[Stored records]
----
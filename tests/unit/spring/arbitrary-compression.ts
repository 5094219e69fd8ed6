import fc from 'fast-check'
import type { CompressionSizeRequest } from '#shared/spring'
import { EN_CODES, makeWires } from './springs'

/** Evenly spread: fast-check's own doubles lie mostly near nought. */
export const evenly = (min: number, max: number) => fc.integer({ min: 0, max: 1_000_000 }).map(i => min + ((max - min) * i) / 1_000_000)
export const maybe = <T>(value: fc.Arbitrary<T>) => fc.option(value, { nil: undefined })

const conditions = fc.record({
  ends: fc.constantFrom('closed-ground' as const, 'closed' as const, 'open' as const, 'open-ground' as const),
  method: fc.constantFrom('en13906' as const, 'wahl' as const),
  duty: maybe(fc.record({ cycles: fc.constantFrom(1e3, 5e4, 1e6) })),
  shotPeened: fc.boolean(), preset: fc.boolean(), toleranceGrade: fc.constantFrom(1 as const, 2 as const, 3 as const),
  seatingCoefficient: fc.constantFrom(0.5 as const, 0.707 as const, 1 as const, 2 as const), guided: fc.boolean(), solidSafe: fc.boolean(),
})

/** What a spring that could be made does: wire, index, coils, how far it is from solid and how hard it is pressed, and room around it. */
const does = {
  wire: fc.constantFrom(...makeWires(...EN_CODES)), w: evenly(4, 20), n: evenly(2, 20), room: evenly(1, 2), stressMpa: evenly(50, 900), spread: evenly(0.05, 0.9), conditions,
  fit: fc.record({ bore: maybe(evenly(0.9, 1.6)), rod: maybe(evenly(0.4, 1.1)), solid: maybe(evenly(0.8, 2)), free: maybe(evenly(0.8, 2)) }),
}
type Does = { [K in keyof typeof does]: (typeof does)[K] extends fc.Arbitrary<infer T> ? T : never }

/** A request for what some spring does, so that it is often met and often just not. */
function requestOf({ wire, w, n, room, stressMpa, spread, conditions, fit }: Does, loads: 1 | 2): { wire: Does['wire'], request: CompressionSizeRequest } {
  const d = wire.wireDiameterMm
  const rate = (80_000 * d) / (8 * w ** 3 * n)
  const lengthMm = (n + 3) * d * room
  const forceN = (stressMpa * Math.PI * d * d) / (8 * w)
  const times = (share: number | undefined, mm: number) => (share === undefined ? undefined : share * mm)
  const first = { lengthMm: lengthMm + (forceN * (1 - spread)) / rate, forceN: forceN * spread }
  return {
    wire,
    request: {
      kind: 'compression', points: loads === 2 ? [first, { lengthMm, forceN }] : [{ lengthMm, forceN }], ...conditions,
      fit: {
        boreMm: times(fit.bore, (w + 1) * d), rodMm: times(fit.rod, (w - 1) * d), maxSolidLengthMm: times(fit.solid, (n + 2) * d),
        maxFreeLengthMm: times(fit.free, lengthMm + forceN / rate),
      },
    },
  }
}

/** Two loads at two lengths, with the wire of the spring that does it. */
export const twoLoads = fc.record(does).map(spring => requestOf(spring, 2))
/** One load at one length. */
export const oneLoad = fc.record(does).map(spring => requestOf(spring, 1))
----
• [What you should do]
The data above should be copied exactly, with no line omitted.

• [Task solution]
filename tests/unit/spring/arbitrary-compression.ts
repository 5094219e69fd8ed6
import fc from 'fast-check'
import type { CompressionSizeRequest } from '#shared/spring'
import { EN_CODES, makeWires } from './springs'

/** Evenly spread: fast-check's own doubles lie mostly near nought. */
export const evenly = (min: number, max: number) => fc.integer({ min: 0, max: 1_000_000 }).map(i => min + ((max - min) * i) / 1_000_000)
export const maybe = <T>(value: fc.Arbitrary<T>) => fc.option(value, { nil: undefined })

const conditions = fc.record({
  ends: fc.constantFrom('closed-ground' as const, 'closed' as const, 'open' as const, 'open-ground' as const),
  method: fc.constantFrom('en13906' as const, 'wahl' as const),
  duty: maybe(fc.record({ cycles: fc.constantFrom(1e3, 5e4, 1e6) })),
  shotPeened: fc.boolean(), preset: fc.boolean(), toleranceGrade: fc.constantFrom(1 as const, 2 as const, 3 as const),
  seatingCoefficient: fc.constantFrom(0.5 as const, 0.707 as const, 1 as const, 2 as const), guided: fc.boolean(), solidSafe: fc.boolean(),
})

/** What a spring that could be made does: wire, index, coils, how far it is from solid and how hard it is pressed, and room around it. */
const does = {
  wire: fc.constantFrom(...makeWires(...EN_CODES)), w: evenly(4, 20), n: evenly(2, 20), room: evenly(1, 2), stressMpa: evenly(50, 900), spread: evenly(0.05, 0.9), conditions,
  fit: fc.record({ bore: maybe(evenly(0.9, 1.6)), rod: maybe(evenly(0.4, 1.1)), solid: maybe(evenly(0.8, 2)), free: maybe(evenly(0.8, 2)) }),
}
type Does = { [K in keyof typeof does]: (typeof does)[K] extends fc.Arbitrary<infer T> ? T : never }

/** A request for what some spring does, so that it is often met and often just not. */
function requestOf({ wire, w, n, room, stressMpa, spread, conditions, fit }: Does, loads: 1 | 2): { wire: Does['wire'], request: CompressionSizeRequest } {
  const d = wire.wireDiameterMm
  const rate = (80_000 * d) / (8 * w ** 3 * n)
  const lengthMm = (n + 3) * d * room
  const forceN = (stressMpa * Math.PI * d * d) / (8 * w)
  const times = (share: number | undefined, mm: number) => (share === undefined ? undefined : share * mm)
  const first = { lengthMm: lengthMm + (forceN * (1 - spread)) / rate, forceN: forceN * spread }
  return {
    wire,
    request: {
      kind: 'compression', points: loads === 2 ? [first, { lengthMm, forceN }] : [{ lengthMm, forceN }], ...conditions,
      fit: {
        boreMm: times(fit.bore, (w + 1) * d), rodMm: times(fit.rod, (w - 1) * d), maxSolidLengthMm: times(fit.solid, (n + 2) * d),
        maxFreeLengthMm: times(fit.free, lengthMm + forceN / rate),
      },
    },
  }
}

/** Two loads at two lengths, with the wire of the spring that does it. */
export const twoLoads = fc.record(does).map(spring => requestOf(spring, 2))
/** One load at one length. */
export const oneLoad = fc.record(does).map(spring => requestOf(spring, 1))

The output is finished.